(No Country For Old Men... or young men either. What we think is a game, as it is on the website, is really indicative of a truth that we're missing) --->
My room was getting smaller. I'd been sitting on my chair with my feet propped up for the past five hours, taking a much needed break to watch some Sunday football, and I found myself fidgeting in my chair. The room hadn't changed, or had it. I looked over at my corner desk and the stacked pile of boxes outside the closet door. My room was about ten feet by ten feet, most of it taken up by my desk. There was no room to walk, and room for only a single chair.
I turned back to the game. What was I thinking? Had I left it all back in Ottawa for this? A commercial came on, I didn't see what it was advertising, but a young family was playing in the front yard, the dad smiling confidently as he leaned on a silver Mercedes. I abruptly clicked off the TV. I hadn't watched much television since I'd moved to Toronto, I didn't have time. I'd grown used to going days without seeing any commercials, and after basking in them for the past five hours, I could feel the change. It wasn't as if the commercials were negative. It was exactly the opposite. Everyone was so happy in them, and the guys seemed to have the perfect life. Wife. Kids. Dog. House. Car. Clothes. I looked at my tiny closet, which was jammed open because of the lack of space. Three dress shirts. One pair of casual shoes. Five pairs of pants. And this tiny room.
I flipped on my jacket and decided to go for a walk. Watching five hours of Happyland commercials had produced nothing but sadness and a strange sense of emasculation, especially as a single guy who DID like and hope for a family one day. "Yeah, I know I only have a room, but I'm a really good guy!" Whatever women tell you, including Christian women, stability is important. And it should be. For me, however, it was another sour reminder of what I'd left behind.
The problem with commercialism is that it is so infectious we don't even see it. Studies reveal that once people reach $10,000 GDP (when we're basically able to feed ourselves without too much difficulty) our level of happiness is directly correlated to the people around us. In other words, if we don't look at what other people got, we're much happier. In our world however, we're forced to look at what other people have when we expose ourselves to too much media. And even the best of people don't realize how much they're being influenced.
For example, in the Coen brothers new movie, No Country for Old Men (based on the novel by Cormac McCarthy), they tell the tale of a cowboy, a good man, who comes across the scene of a massacre. A suitcase of two million sits with a dying man who's asking for water. What do we do? What would we do? Take the money and give the dying man some water, right? Isn't that the North American way? (We can have our cake, and have it served in a marble dish.)
Well, he does just that, and than all hell breaks loose as an assassin comes looking for him. Now McCarthy is a uniquely American writer, and he layers his simple tales with moral complexities. Well, for him at least, taking the money IS a complexity. For some of us, and I include myself, there are days when I'm not sure it would be all that complex. Maybe God wants us to have the money. Maybe we tithed and this is our reward.
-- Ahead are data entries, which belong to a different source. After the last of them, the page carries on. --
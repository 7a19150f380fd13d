package network

import (
	"fmt"
	"strings"

	"kinetarium/network/units"
)

// displayIssue is a mistake in a display unit: its field in the
// simulation settings ("display.time"), the 1-based column in the unit's
// text (0 for the whole text) and the message.
type displayIssue struct {
	field string
	col   int
	msg   string
}

// displayUnit reads the display unit text of one field: time when
// wantTime, else a concentration. An empty text is no choice.
func displayUnit(text string, wantTime bool) (units.Unit, *displayIssue) {
	field, what, expected := "display.concentration", "concentration", "M, mM, uM, nM, pM or mg/L"
	if wantTime {
		field, what, expected = "display.time", "time", "s, min, h or day"
	}
	u, err := units.Parse(text)
	if err != nil {
		col, msg := 0, err.Error()
		if e, ok := err.(*units.Error); ok {
			col, msg = e.Col, e.Msg
		}
		return u, &displayIssue{field, col, fmt.Sprintf("the %s unit to show results in, %q, does not read: %s", what, text, msg)}
	}
	if wantTime && !u.IsTime() || !wantTime && !u.IsConcentration() {
		return u, &displayIssue{field, 0, fmt.Sprintf("%q is not a unit of %s (it is %s); expected a unit such as %s", text, what, u.Kind(), expected)}
	}
	return u, nil
}

// displayIssues checks the display units d on their own (each reads and
// is of its kind) and, when withModel, against the model's units u, from
// which results are converted: the model's unit must be declared and of
// the same kind (a molar concentration cannot be shown as a mass
// concentration without a molar mass).
func displayIssues(d Display, u Units, withModel bool) []displayIssue {
	var out []displayIssue
	for _, f := range []struct {
		text, model, modelField string
		time                    bool
	}{
		{d.Time, u.Time, "Time unit", true},
		{d.Concentration, u.Amount, "Concentration unit", false},
	} {
		if strings.TrimSpace(f.text) == "" {
			continue
		}
		want, issue := displayUnit(f.text, f.time)
		if issue != nil {
			out = append(out, *issue)
			continue
		}
		if !withModel {
			continue
		}
		field, what := "display.concentration", "concentrations"
		if f.time {
			field, what = "display.time", "times"
		}
		have, issue := displayUnit(f.model, f.time)
		if strings.TrimSpace(f.model) == "" || issue != nil {
			out = append(out, displayIssue{field, 0, fmt.Sprintf("showing %s in %s needs the model's own unit to convert from; set the model's %s (now %q) to the unit its values are in, or clear this field", what, f.text, strings.ToLower(f.modelField), f.model)})
			continue
		}
		if _, err := have.To(want); err != nil {
			out = append(out, displayIssue{field, 0, fmt.Sprintf("cannot show %s in %s: the model's %s %s measures %s and %s measures %s, and converting between them needs a molar mass; expected a unit of the model's kind, such as %s", what, f.text, strings.ToLower(f.modelField), f.model, have.Kind(), f.text, want.Kind(), sameKindExample(have))})
		}
	}
	return out
}

// sameKindExample names units of the kind of u, for messages.
func sameKindExample(u units.Unit) string {
	if u.SameDim(units.MustParse("mg/L")) {
		return "mg/L, ug/mL or ng/mL"
	}
	return "mM, uM, nM or pM"
}

// Check reports the problems of the display units d for a model in the
// units u, each at its field ("display.time", "display.concentration") of
// the simulation settings: a unit that does not read, is of the wrong
// kind, or does not convert from the model's. Check of a whole model
// reports the same.
func (d Display) Check(u Units) ErrorList {
	var l ErrorList
	for _, p := range displayIssues(d, u, true) {
		l.Add(Pos{Section: "simulation", Field: p.field, Col: p.col}, Error, "%s", p.msg)
	}
	return l
}

// displayCheck reports the display units' problems as errors: results
// cannot be shown in a unit that does not convert from the model's.
func (v *validator) displayCheck() {
	for _, p := range displayIssues(v.m.Simulation.Display, v.m.Units, true) {
		v.add(Error, "simulation", 0, "", p.field, p.col, "%s", p.msg)
	}
}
I stroll down the sidewalk. The air is warmer than I expected. The sun is fading, and I breathe deep the quiet stillness of the street. The whole experience has reminded me of a story I heard two weeks ago at a seminar on The Emergent Church.
The presenter told us about a church plant in Michigan that had sprung to life in a downtown bar. The bar owner thought it was a cool idea, and every Sunday night he closed the bar and let the people in the neighbourhood have 'church.' A big denomination saw the growing young church, and offered three hundred thousand (yes, thousand!) to the young church. There was one condition. They were uncomfortable with the idea of church in a bar. So, in order for the church plant to get the money (and the young church had just $37 in their account at the time) they would have to move to the suburbs.
Despite the temptation, the church refused the money.
There is a very dark side to Happyland. Sometimes, great filmmakers and writers need to show just how vividly dark it can be. Sometimes we get lost in the commercials and it helps us feel good about the extra purchase we just made, the new car or the new sound system or the new clothes. But maybe all this purchasing isn't such a good thing. It isn't to say that we can't treat ourselves, or that we can't celebrate hard work, but it does mean that we should think twice about the idea that money is an automatic sign of God's blessing.
An assassin probably won't rip apart my life, but when the years are passed, when I've worked so hard on the things that don't last, when I've spent all of my energy working overtime and storing up treasures in my downtown bank, will all my time spent building my own Happyland be worth it? Will I be able say thank you for more than just a bigger room.
May God remind us this week that the world we see on 2D is not the real world, that the good life is made up of the friends and family around us, and that while Happyland may be a nice place to visit, you don't want to live there.